Collegare la camera a un dispositivo di aspirazione. Regolare il sistema di aspirazione della soluzione con una pompa per vuoto in modo tale che il volume totale della camera di registrazione non vari. Per isolare lo stock oculare di un gambero adulto, staccarlo dalla base con un paio di forbici fini.
Fai un'apertura di un millimetro quadrato nella cornea dorsale usando una lama di rasoio per accedere alla retina. Quindi, posizionare il materiale oculare al centro della camera di registrazione con l'apertura alla retina rivolta verso l'alto. Tieni gli occhi nell'oscurità per 20 minuti.
Posizionare il microelettrodo parallelo all'asse longitudinale delle scorte oculari in modo tale che il microelettrodo sia centrato per accedere alla retina. Utilizzare un microscopio stereoscopico per posizionare i dispositivi nella configurazione corretta. Quindi, monitorare la differenza di tensione tra gli elettrodi di riferimento e di registrazione selezionando la modalità ponte dell'amplificatore.

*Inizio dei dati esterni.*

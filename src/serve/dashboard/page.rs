//! The dashboard's HTML: the list of sources and one page per source, server-rendered, with
//! an inline style sheet and inline SVG (nothing loaded from elsewhere, no JavaScript). All
//! text from the store or the request is escaped here. Pages show aggregates only: counts,
//! shares and percentiles, never a record.

use std::fmt::Write as _;

use super::panels::{NumbersTable, Panel};
use crate::model::SnapshotId;
use crate::store::{SnapshotRow, SourceOverview};
use crate::table::{Cell, Table};

/// Shown on every page.
pub const CAUTION: &str = "Alerts are statistical signals for investigation, not confirmed outbreaks. \
Nowcasts are estimates with uncertainty: read the intervals, not only the line. \
The store behind these pages holds patient-level data; these pages show aggregates only, so keep them on the \
department's network. Follow your jurisdiction's own protocols, case definitions and data-protection law.";

/// Everything one source page shows.
#[derive(Debug, Clone, PartialEq)]
pub struct SourcePage {
    pub name: String,
    /// Applied snapshots for the as-of selector: (id, as-of time), oldest first.
    pub snapshots: Vec<(SnapshotId, String)>,
    /// The snapshot drawn: (id, as-of time).
    pub selected: Option<(SnapshotId, String)>,
    pub panels: Vec<Panel>,
    /// Open alerts; `None` when the store has no alert tables.
    pub alerts: Option<Table>,
    pub snapshot_rows: Vec<SnapshotRow>,
}

/// Escapes text for HTML and SVG element content and attribute values.
pub fn escape(text: &str) -> String {
    let mut out = String::with_capacity(text.len());
    for c in text.chars() {
        match c {
            '&' => out.push_str("&amp;"),
            '<' => out.push_str("&lt;"),
            '>' => out.push_str("&gt;"),
            '"' => out.push_str("&quot;"),
            '\'' => out.push_str("&#39;"),
            other => out.push(other),
        }
    }
    out
}

/// Percent-encodes a path segment (everything but unreserved characters).
pub fn encode_segment(text: &str) -> String {
    let mut out = String::new();
    for byte in text.bytes() {
        if byte.is_ascii_alphanumeric() || b"-._~".contains(&byte) {
            out.push(byte as char);
        } else {
            let _ = write!(out, "%{byte:02X}");
        }
    }
    out
}

const STYLE: &str = "body{font-family:sans-serif;margin:0 auto;max-width:980px;padding:0 16px;color:#1d1d1d}\
header{display:flex;gap:16px;align-items:baseline}\
.caution{background:#fff6e0;border-left:4px solid #c88a00;padding:8px 12px;margin:12px 0}\
svg.chart{max-width:100%;height:auto;border:1px solid #ddd;background:#fff}\
table{border-collapse:collapse;font-size:13px}td,th{border:1px solid #ccc;padding:2px 6px;text-align:right}\
th{background:#f2f2f2}td:first-child,th:first-child{text-align:left}\
section{margin:24px 0}form{margin:12px 0}.selected{font-weight:bold}";

fn document(title: &str, body: &str) -> String {
    format!(
        "<!DOCTYPE html>\n<html lang=\"en\"><head><meta charset=\"utf-8\">\
         <meta name=\"viewport\" content=\"width=device-width, initial-scale=1\">\
         <title>{}</title><style>{STYLE}</style></head>\n<body>\n{body}\n</body></html>\n",
        escape(title)
    )
}

/// The list of sources.
pub fn index(sources: &[SourceOverview]) -> String {
    let mut body = String::from("<header><h1>tidemark: sources</h1></header>\n");
    let _ =
        writeln!(body, "<aside class=\"caution\" role=\"note\"><strong>Caution.</strong> {CAUTION}</aside>");
    if sources.is_empty() {
        body.push_str("<p>No source has sent an extract yet.</p>");
    } else {
        body.push_str(
            "<table><thead><tr><th>source</th><th>applied snapshots</th><th>latest as of</th>\
             <th>current records</th></tr></thead><tbody>\n",
        );
        for s in sources {
            let _ = writeln!(
                body,
                "<tr><td><a href=\"/sources/{}\">{}</a></td><td>{}</td><td>{}</td><td>{}</td></tr>",
                encode_segment(&s.name),
                escape(&s.name),
                s.applied_snapshots,
                escape(s.latest_as_of.as_deref().unwrap_or("-")),
                s.current_records
            );
        }
        body.push_str("</tbody></table>");
    }
    document("tidemark: sources", &body)
}

/// One source's page.
pub fn source(page: &SourcePage) -> String {
    let name = escape(&page.name);
    let mut body = format!("<header><a href=\"/\">All sources</a><h1>{name}</h1></header>\n");
    let _ =
        writeln!(body, "<aside class=\"caution\" role=\"note\"><strong>Caution.</strong> {CAUTION}</aside>");
    body.push_str(&selector(page));
    match &page.selected {
        None => body.push_str("<p>This source has no applied snapshot yet.</p>"),
        Some((id, as_of)) => {
            let _ = writeln!(
                body,
                "<p id=\"shown\">Every chart below is drawn as of snapshot {id} (as of {}).</p>",
                escape(as_of)
            );
            for panel in &page.panels {
                body.push_str(&panel_html(panel));
            }
            body.push_str(&alerts_html(page.alerts.as_ref()));
        }
    }
    body.push_str(&snapshots_html(&page.snapshot_rows, page.selected.as_ref().map(|s| s.0)));
    document(&format!("tidemark: {}", page.name), &body)
}

fn selector(page: &SourcePage) -> String {
    if page.snapshots.is_empty() {
        return String::new();
    }
    let mut out = format!(
        "<form method=\"get\" action=\"/sources/{}\" id=\"as-of-form\"><label for=\"as_of\">As of snapshot </label>\
         <select id=\"as_of\" name=\"as_of\">",
        encode_segment(&page.name)
    );
    let selected = page.selected.as_ref().map(|s| s.0);
    for (id, as_of) in page.snapshots.iter().rev() {
        let mark = if Some(*id) == selected { " selected" } else { "" };
        let _ = write!(out, "<option value=\"{0}\"{mark}>{0} (snapshot {id})</option>", escape(as_of));
    }
    out.push_str("</select> <button type=\"submit\" id=\"redraw\">Redraw</button></form>\n");
    out
}

fn panel_html(panel: &Panel) -> String {
    let mut out = format!("<section id=\"panel-{}\"><h2>{}</h2>\n", panel.id, escape(&panel.heading));
    match &panel.svg {
        Some(svg) => out.push_str(svg),
        None => out.push_str("<p class=\"empty\">Nothing to draw.</p>"),
    }
    let _ = write!(out, "\n<p>{}</p>\n", escape(&panel.summary));
    if !panel.table.rows.is_empty() {
        let _ = writeln!(
            out,
            "<details><summary>The numbers behind this chart</summary>{}</details>",
            numbers_table(&panel.table)
        );
    }
    out.push_str("</section>\n");
    out
}

fn numbers_table(table: &NumbersTable) -> String {
    let mut out = String::from("<table><thead><tr>");
    for h in &table.headers {
        let _ = write!(out, "<th scope=\"col\">{}</th>", escape(h));
    }
    out.push_str("</tr></thead><tbody>");
    for row in &table.rows {
        out.push_str("<tr>");
        for cell in row {
            let _ = write!(out, "<td>{}</td>", escape(cell));
        }
        out.push_str("</tr>");
    }
    out.push_str("</tbody></table>");
    out
}

fn alerts_html(alerts: Option<&Table>) -> String {
    let mut out = String::from("<section id=\"panel-alerts\"><h2>Open alerts</h2>\n");
    match alerts {
        None => out.push_str("<p>This store has no alert tables, so there are no alerts to show.</p>"),
        Some(table) if table.rows.is_empty() => out.push_str("<p>No open alerts for this source now.</p>"),
        Some(table) => {
            let text = NumbersTable {
                headers: table.columns.clone(),
                rows: table.rows.iter().map(|r| r.iter().map(cell_text).collect()).collect(),
            };
            out.push_str(&numbers_table(&text));
            out.push_str(
                "<p>Alerts open now (this list is not redrawn as of a past snapshot). An alert is a signal to \
                 investigate, not a confirmed outbreak.</p>",
            );
        }
    }
    out.push_str("</section>\n");
    out
}

fn cell_text(cell: &Cell) -> String {
    match cell {
        Cell::Null => String::new(),
        Cell::Int(n) => n.to_string(),
        Cell::Real(x) => format!("{x:.3}"),
        Cell::Text(t) => t.clone(),
    }
}

fn snapshots_html(rows: &[SnapshotRow], selected: Option<SnapshotId>) -> String {
    let mut out = String::from(
        "<section id=\"panel-snapshots\"><h2>Snapshots</h2>\n<p>Every extract received, newest first, with row counts.</p>\
         <table><thead><tr><th>snapshot</th><th>seq</th><th>as of</th><th>status</th><th>rows</th>\
         <th>accepted</th><th>rejected</th><th>new</th><th>changed</th><th>removed</th></tr></thead><tbody>\n",
    );
    for r in rows.iter().rev() {
        let class = if Some(r.snapshot_id) == selected { " class=\"selected\"" } else { "" };
        let _ = writeln!(
            out,
            "<tr{class}><td>{}</td><td>{}</td><td>{}</td><td>{}</td><td>{}</td><td>{}</td><td>{}</td><td>{}</td><td>{}</td><td>{}</td></tr>",
            r.snapshot_id,
            r.seq,
            escape(&r.as_of),
            escape(r.status.name()),
            r.rows_total,
            r.rows_accepted,
            r.rows_rejected,
            r.rows_new,
            r.rows_changed,
            r.rows_removed
        );
    }
    out.push_str("</tbody></table></section>\n");
    out
}

#[cfg(test)]
mod tests {
    use super::*;

    #[test]
    fn escape_covers_markup_and_quotes() {
        assert_eq!(
            escape("<a href=\"x\">O'Neil & co</a>"),
            "&lt;a href=&quot;x&quot;&gt;O&#39;Neil &amp; co&lt;/a&gt;"
        );
    }

    #[test]
    fn path_segments_are_percent_encoded() {
        assert_eq!(encode_segment("county-reports"), "county-reports");
        assert_eq!(encode_segment("a b/<c>"), "a%20b%2F%3Cc%3E");
    }

    #[test]
    fn a_source_page_escapes_names_and_carries_the_caution_and_selector() {
        let page = SourcePage {
            name: "<script>x</script>".into(),
            snapshots: vec![
                (SnapshotId(1), "2026-03-01T23:59:59Z".into()),
                (SnapshotId(2), "2026-03-02T23:59:59Z".into()),
            ],
            selected: Some((SnapshotId(1), "2026-03-01T23:59:59Z".into())),
            panels: Vec::new(),
            alerts: None,
            snapshot_rows: Vec::new(),
        };
        let html = source(&page);
        assert!(!html.contains("<script>"), "{html}");
        assert!(html.contains("&lt;script&gt;x&lt;/script&gt;"));
        assert!(html.matches(CAUTION).count() >= 1);
        assert!(html.contains("<select id=\"as_of\" name=\"as_of\">"));
        assert!(html.contains("<option value=\"2026-03-01T23:59:59Z\" selected>"));
        assert!(html.contains("action=\"/sources/%3Cscript%3Ex%3C%2Fscript%3E\""));
        assert!(html.contains("no alert tables"));
        assert!(index(&[]).contains(CAUTION));
    }
}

Abbassare l'elettrodo nel bagno e posizionarlo proprio sopra la retina. Rimuovere il microscopio e posizionare la lampada fototimolante parallela all'asse longitudinale delle scorte oculari. Quindi, abbassare lentamente il microelettrodo fino a quando non viene rilevata un'improvvisa caduta di tensione.
Successivamente, fornire un flash di luce di prova per registrare il potenziale del recettore del fotorecettore. Per ottenere registrazioni appropriate di correnti provocate dalla luce, è fondamentale fare una buona compromissione di una cellula fotorecettori sana. In questa procedura, bloccare la tensione al potenziale misurato della membrana di riposo della cella selezionando l'ampiezza di tenuta nel software di acquisizione dati.
Quindi, selezionare la modalità DSEVC dell'amplificatore. Nella sezione mode dell'amplificatore, selezionare il tasto SEVC e passare alla discont. Posizione SEVC.
Impostare la velocità di commutazione su 500 a 1.000 hertz, come determinato dalla velocità dell'elettrodo. Successivamente, fornire un lampo di luce e osservare il flusso di ioni evocato. Quindi, fornire un paio di impulsi di luce e applicare il secondo flash dopo un intervallo di tempo desiderato.
Digitalizzare le correnti con un campionamento di 10 kilohertz con il software di acquisizione dati e salvare i dati per l'analisi offline. Qui è mostrato un protocollo a due impulsi. Gli stimoli leggeri sono stati applicati a zero millisecondi e 700 millisecondi.
Questa figura mostra il ripristino dalla desensibilizzazione. Ecco il recupero della latenza, ecco il picco di recupero corrente, ed ecco il tempo di desensibilizzazione costante tau recovery. Gli esperimenti sono stati eseguiti a zero ore circadiane.
Questa figura mostra il recupero dalla desensibilizzazione in funzione del tempo circadiano. Questo è il recupero iP, questo è il recupero L, e questo è il recupero tau, e questo grafico mostra le costanti di tempo ponderate. I processi bifasici sono contrassegnati da una freccia.
Una volta padroneggiata, questa tecnica può essere eseguita in due ore, se eseguita correttamente. Durante il tentativo di questa procedura, è importante ricordare di mirare a un basso rumore e una bassa corrente di perdita, compromissione del fotorecettore. Seguendo questa procedura, altri metodi, come i saggi farmacologici, possono essere fatti per rispondere a domande aggiuntive, come il coinvolgimento di particolari canali, recettori o vie di segnalazione.
Dopo il suo sviluppo, questa tecnica ha spianato la strada ai ricercatori nel campo della neurobiologia per esplorare la dipendenza circadiana dal tempo delle proprietà elettrofisiologiche delle cellule fotorecettori. Dopo aver guardato questo video, dovresti avere una buona comprensione di come studiare la desensibilizzazione e il recupero della corrente di trasduzione attivata dalla luce utilizzando la tecnica di registrazione intracellulare.